-- MATERIAL PROVIDED follows --

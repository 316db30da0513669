import type { DecodedPhoto } from '../../core/pixels/photo.ts';
import type { SpilledPixels } from './spilledPixels.ts';

/** A photo read from a file, with what has to travel on to the painted file. */
export interface PhotoFile extends DecodedPhoto {
  path: string;
  format: 'jpeg' | 'png' | 'tiff' | 'webp' | 'avif' | 'gif' | 'heif';
  /** Of the samples in `pixels`; a photo of fewer bits is spread to 8. */
  depth: 8 | 16;
  /** The embedded profile, unchanged, where the pixels are still in it. */
  iccProfile?: Uint8Array;
  /** Pixels per inch written in the file. */
  densityPpi?: number;
  exif?: Uint8Array;
  /** What was assumed or converted while reading, in plain sentences; usually empty. */
  remarks: string[];
}

export type OutputFormat = 'jpeg' | 'png' | 'tiff' | 'webp';

/** What a painted file is made of, but for its pixels. */
export interface PictureFacts {
  widthPx: number;
  heightPx: number;
  channels: 3 | 4;
  /** What the channels are; RGB, with alpha where there are four, unless given. */
  space?: 'RGB' | 'CMYK';
  format: OutputFormat;
  iccProfile?: Uint8Array;
  densityPpi?: number;
  /** The photo's EXIF; size, density and orientation in it are set right while writing. */
  exif?: Uint8Array;
  /** How much of the EXIF goes into the file; `essential` unless given. */
  metadata?: 'all' | 'essential' | 'none';
  /** What the picture is painted by, in words, and with what; both go into the EXIF. */
  description?: string;
  software?: string;
  /** 1…100, for JPEG and WebP. */
  quality?: number;
}

/** A painted file. */
export interface PictureFile extends PictureFacts {
  pixels: Uint8Array | Uint16Array;
}

/** A painted file whose pixels are in memory or, where they are too many to be held, in a temporary TIFF. */
export interface AnyPictureFile extends PictureFacts {
  pixels: Uint8Array | Uint16Array | SpilledPixels;
}
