[[region]]
transition = "Fe II 2382"
window = [-150.0, 220.0]
spectra = ["red"]
continuum = 1
zero_level = false
exclude = [[-31.0, -22.5]]

[[region]]
transition = "Mg II 2796"
window = [-100, 100]

[[component]]
velocity = -12.3
b = 4.2
logN = { "Fe II" = 12.9, "Mg II" = 13.2 }

[[component]]
velocity = 20
temperature = 8000
b_turb = 2.0
logN."Fe II" = 12.1

[fit]
solver = "default"
restarts = 4
"""


def changed(replacements):
    lines = EXAMPLE.splitlines()
    for number, text in replacements.items():
        lines[number - 1] = text
    return "\n".join(lines) + "\n"


def faults_in(text, **options):
    with pytest.raises(JobError) as caught:
        parse_job(text, "halden.toml", **{"check_files": False, **options})
    assert str(caught.value) == "\n".join(caught.value.faults)
    return caught.value.faults


def test_the_example(tmp_path):
    path = tmp_path / "halden.toml"
    path.write_text(EXAMPLE, encoding="utf-8")
    (tmp_path / "red.fits").touch()
    job = read_job(path)
    assert job.schema_version == 1
    assert job.absorber.redshift == 1.15085
    assert job.spectra[0].columns.continuum == "CONT"
    # A FWHM is known, not fitted, unless the job frees it.
    assert job.spectra[0].resolution.fwhm == Number(value=5.2, fixed=True)
    assert job.alpha.dalpha == Number(value=0.0)
    assert job.atomic.structure == "isotopic"
    first, second = job.regions
    assert (first.ion, first.label, first.window) == ("Fe II", "2382", (-150.0, 220.0))
    assert first.exclude == ((-31.0, -22.5),)
    assert first.zero_level is None
    assert second.spectra is None
    assert job.components[0].logN["Mg II"].value == 13.2
    assert job.components[1].b is None
    assert job.fit.seed == 1
    assert job.spectrum_path(0) == tmp_path / "red.fits"
    assert job.error_path(0) is job.continuum_path(0) is None
    assert job.locate("region", 1, "window") == f"{path}:29"
    assert job.locate("region", 1, "exclude") == f"{path}:27"


def test_a_byte_order_mark_and_windows_line_ends_do_no_harm(tmp_path):
    path = tmp_path / "job.toml"
    path.write_bytes(b"\xef\xbb\xbf" + EXAMPLE.replace("\n", "\r\n").encode())
    job = read_job(path, check_files=False)
    assert job == parse_job(EXAMPLE, "other.toml", check_files=False)
    assert job.locate("fit") == f"{path}:42"


ZOO = [
    # Schema and top level
    ({1: ""}, 1, "'schema': missing; write schema = 1"),
    ({1: "schema = 2"}, 1, "'schema': this version reads schema 1, found the number 2"),
    ({1: 'schema = "1"'}, 1, "'schema': expected a whole number, found text '1'"),
    ({1: "schema = true"}, 1, "'schema': expected a whole number, found true"),
    ({1: "schema = 1.0"}, 1, "expected a whole number, found the number 1"),
    ({2: "name = 1"}, 2, "unknown key 'name'; valid keys: schema, absorber, spectrum"),
    ({42: "[fits]"}, 42, "'fits': unknown key 'fits'; did you mean 'fit'?"),
    ({42: "[[fit]]"}, 42, "[fit]: expected a table, found an array"),
    ({2: "fit = 3", 42: "", 43: "", 44: ""}, 2, "[fit]: expected a table, found the number 3"),
    ({42: "[budget]", 43: "", 44: ""}, 42, "[budget]: not available in this version"),
    ({42: "[budget]", 43: "", 44: ""}, 42, "not available in this version"),
    # Absorber
    ({4: ""}, 3, "[absorber] 'name': missing"),
    ({4: "name = 12"}, 4, "[absorber] 'name': expected text, found the number 12"),
    ({4: 'name = " "'}, 4, "expected text, found nothing between the quotes"),
    ({5: 'redshift = "1.15"'}, 5, "'redshift': expected a number, found text '1.15'"),
    ({5: "redshift = true"}, 5, "expected a number, found true"),
    ({5: "redshift = 1979-05-27"}, 5, "expected a number, found a date or time"),
    ({5: "redshift = nan"}, 5, "expected a finite number, found nan"),
    ({5: "redshift = inf"}, 5, "expected a finite number, found inf"),
    ({5: "redshift = -1"}, 5, "expected a number above -1, found -1"),
    ({5: "redshift = 0x" + "f" * 999}, 5, "expected a finite number"),
    ({6: "ra = 360"}, 6, "[absorber] 'ra': expected 0 <= ra < 360 deg, found 360"),
    ({7: "dec = -90.5"}, 7, "expected -90 <= dec <= 90 deg, found -90.5"),
    ({7: ""}, 6, "'ra': given without 'dec'"),
    ({8: "blind = true"}, 8, "blinding is not available in this version"),
    ({8: "blind = 0"}, 8, "expected true or false, found the number 0"),
    # Spectra
    ({11: 'id = "red arm"'}, 11, "expected an id of letters, digits"),
    ({12: ""}, 10, "[[spectrum]] 1 'file': missing"),
    ({13: 'columns = { wave = "W" }'}, 13, "'columns.wave': unknown key 'wave'; did you mean"),
    ({13: 'columns = ["W"]'}, 13, "expected a table, found an array"),
    ({15: 'medium = "vacum"'}, 15, 'expected "vacuum" or "air", found text'),
    ({16: 'frame = "topocentric"'}, 16, "a topocentric spectrum needs berv"),
    ({16: "berv = 12.5"}, 16, 'berv goes only with frame = "topocentric"'),
    ({17: ""}, 10, "[[spectrum]] 1 'resolution': missing"),
    ({17: "resolution = 5.2"}, 17, "expected a table, found the number 5.2"),
    ({17: "resolution = {}"}, 17, "one of 'fwhm' (km/s), 'R' and 'table', found none"),
    ({17: "resolution = { fwhm = 5, R = 6e4 }"}, 17, "found 'fwhm' and 'R'"),
    ({17: "resolution = { R = -1 }"}, 17, "'resolution.R': expected a number above 0, found -1"),
    ({17: 'resolution = { table = "l.ecsv", R = 1 }'}, 17, "found 'R' and 'table'"),
    ({17: "resolution = { fwhm = 0 }"}, 17, "must be above 0 km/s, found 0"),
    ({17: "resolution = { fwhm = { value = 5, min = 4 } }"}, 17, "add fixed = false"),
    # Regions
    ({20: 'transitions = "Fe II 2382"', 21: ""}, 20, "unknown key 'transitions'; did you mean"),
    ({20: 'transition = "FeII 2382"'}, 20, "expected an ion and a label"),
    ({20: 'transition = "Si II 1526"'}, 20, "no component has a logN of Si II; they have: Fe II"),
    (
        {21: "window = [220, -150]"},
        21,
        "[[region]] 1 'window': lower edge 220 must be below upper edge -150; "
        "write [lower, upper] in km/s",
    ),
    ({21: "window = [220]"}, 21, "expected [lower, upper] in km/s, found an array of 1"),
    ({21: 'window = ["a", 1]'}, 21, "'window[1]': expected a number, found text 'a'"),
    ({21: "window = [-1e6, 1e6]"}, 21, "beyond the speed of light"),
    ({22: 'spectra = ["blue"]'}, 22, "there is no spectrum 'blue'; the ids are: red"),
    ({22: 'spectra = ["red", "red"]'}, 22, "spectrum 'red' is named twice"),
    ({22: 'spectra = "red"'}, 22, "expected an array of spectrum ids, found text 'red'"),
    ({22: "spectra = []"}, 22, "names no spectrum"),
    ({23: "continuum = -2"}, 23, "expected an order from -1 to 20, found -2"),
    ({23: "continuum = 1.5"}, 23, "expected a whole number, found the number 1.5"),
    ({24: "zero_level = 'yes'"}, 24, "expected a number, found text 'yes'"),
    ({25: "exclude = [[-31.0, -22.5],\n [200, 230]]"}, 26, "'exclude[2]': 200 to 230 km/s reaches"),
    ({25: "exclude = [-31.0, -22.5]"}, 25, "'exclude[1]': expected [lower, upper]"),
    # Components
    ({32: ""}, 31, "[[component]] 1 'velocity': missing"),
    ({33: ""}, 31, "[[component]] 1: no width; write b (km/s), or temperature (K)"),
    ({33: "b = 0"}, 33, "[[component]] 1 'b': must be above 0 km/s, found 0"),
    ({33: "b = 150"}, 33, "150 is outside the default bounds 0.3 to 100 km/s"),
    ({33: "b = { value = 4, min = 5 }"}, 33, "value 4 is below min 5"),
    ({33: "b = { value = 4, max = 3 }"}, 33, "value 4 is above max 3"),
    ({33: "b = { value = 4, min = 6, max = 5 }"}, 33, "min 6 must be below max 5"),
    ({33: "b = { value = 4, min = -1 }"}, 33, "min must be above 0 km/s, found -1"),
    ({33: "b = { fixed = true }"}, 33, "no value; write { value = ... }"),
    ({33: "b = { value = 4, tied = 1 }"}, 33, "'b.tied': unknown key 'tied'"),
    ({33: "b = { value = 4, ratio = 2 }"}, 33, "'ratio' goes only with same_as"),
    ({34: "logN = {}", 40: 'logN = { "Mg II" = 1e1, "Fe II" = 9 }'}, 34, "names no ion"),
    ({34: "logN = 12.9"}, 34, "expected a table of ions such as"),
    ({34: 'logN = { "Fe II" = 12.9, "MgII" = 13 }'}, 34, 'expected an ion such as "Fe II"'),
    ({34: 'logN = { "Fe II" = "x", "Mg II" = 13 }'}, 34, "'logN[\"Fe II\"]': expected a number"),
    ({34: 'logN = { "Fe II" = 30, "Mg II" = 13 }'}, 34, "30 is outside the default bounds 5 to"),
    ({33: "b = 4.2\nb_turb = 1"}, 33, "b does not go with temperature and b_turb"),
    ({38: ""}, 39, "b_turb needs a temperature"),
    ({38: "temperature = 5"}, 38, "5 is outside the default bounds 10 to 1000000 K"),
    ({39: "b_turb = -1"}, 39, "must be at least 0 km/s, found -1"),
    # Ties
    ({33: 'b = { same_as = "component[3].b" }'}, 33, "the last one is component[2]"),
    ({33: 'b = { same_as = "component[2].b" }'}, 33, "that component has no such number"),
    ({33: 'b = { same_as = "component[2].b_turb" }'}, 33, "b is tied to b_turb of component[2]"),
    ({33: 'b = { same_as = "component[0].b" }'}, 33, "names no number; write for example"),
    ({33: 'b = { same_as = "component[2].width" }'}, 33, "a component has no 'width'"),
    ({33: 'b = { same_as = "component[1].b" }'}, 33, "circle: component[1].b → component[1].b"),
    ({37: 'velocity = { same_as = "component[1].velocity", min = 1 }'}, 37, "'min' does not go"),
    ({37: 'velocity = { same_as = "component[1].velocity", ratio = 0 }'}, 37, "ratio 0 ties to"),
    (
        {40: "logN.\"Fe II\" = { same_as = 'component[1].logN' }"},
        40,
        "logN needs an ion: component[1].logN['Fe II']",
    ),
    (
        {38: "b = { same_as='component[1].b', offset=-4.2 }", 39: ""},
        38,
        "the tie gives 0; it must be above 0 km/s",
    ),
    (
        {17: "resolution = { fwhm = { same_as = 'spectrum[1].fwhm' }, error = 1 }"},
        17,
        "does not go with a tied fwhm",
    ),
    # Fit
    ({43: 'solver = "magic"'}, 43, '[fit] \'solver\': expected "default" or "lmfit"'),
    ({44: "restarts = -1"}, 44, "expected a count from 0 to 10000, found -1"),
    ({44: "restarts = 1e3"}, 44, "expected a whole number, found the number 1000"),
    ({44: "Restarts = 1"}, 44, "unknown key 'Restarts'; did you mean 'restarts'?"),
    # Not TOML
    ({33: "b 4.2"}, 33, "not valid TOML"),
    ({33: "b = 4.2\nb = 4.3"}, 34, "key 'b' is given twice; the first is in line 33"),
    ({42: "[absorber]"}, 42, "table [absorber] is given twice; the first is in line 3"),
]
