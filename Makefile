# `make demo` and `make test` set up everything they need in .venv and need nothing else.
PYTHON ?= python3
VENV := .venv
BIN := $(VENV)/bin
STAMP := $(VENV)/.installed

.PHONY: demo test lint benchmark clean

$(STAMP): pyproject.toml
	$(PYTHON) -m venv $(VENV)
	$(BIN)/python -m pip install --quiet --upgrade pip
	$(BIN)/python -m pip install --quiet --editable ".[dev]"
	touch $(STAMP)

demo: $(STAMP)
	$(BIN)/fathomline demo halden-a

test: $(STAMP)
	$(BIN)/python -m pytest

lint: $(STAMP)
	$(BIN)/ruff check .
	$(BIN)/ruff format --check .
	$(BIN)/mypy

benchmark: $(STAMP)
	$(BIN)/python -m benchmarks

clean:
	rm -rf $(VENV) halden-a dist build .pytest_cache .mypy_cache .ruff_cache .hypothesis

-- MATERIAL PROVIDED concluded --

* YOUR TASK
When the line with "an order from" is reached in the data above, begin copying, and stop after the line with "to 230 km/s"; copy each line exactly, both ends included.

* RESPONSE AREA
    ({23: "continuum = -2"}, 23, "expected an order from -1 to 20, found -2"),
    ({23: "continuum = 1.5"}, 23, "expected a whole number, found the number 1.5"),
    ({24: "zero_level = 'yes'"}, 24, "expected a number, found text 'yes'"),
    ({25: "exclude = [[-31.0, -22.5],\n [200, 230]]"}, 26, "'exclude[2]': 200 to 230 km/s reaches"),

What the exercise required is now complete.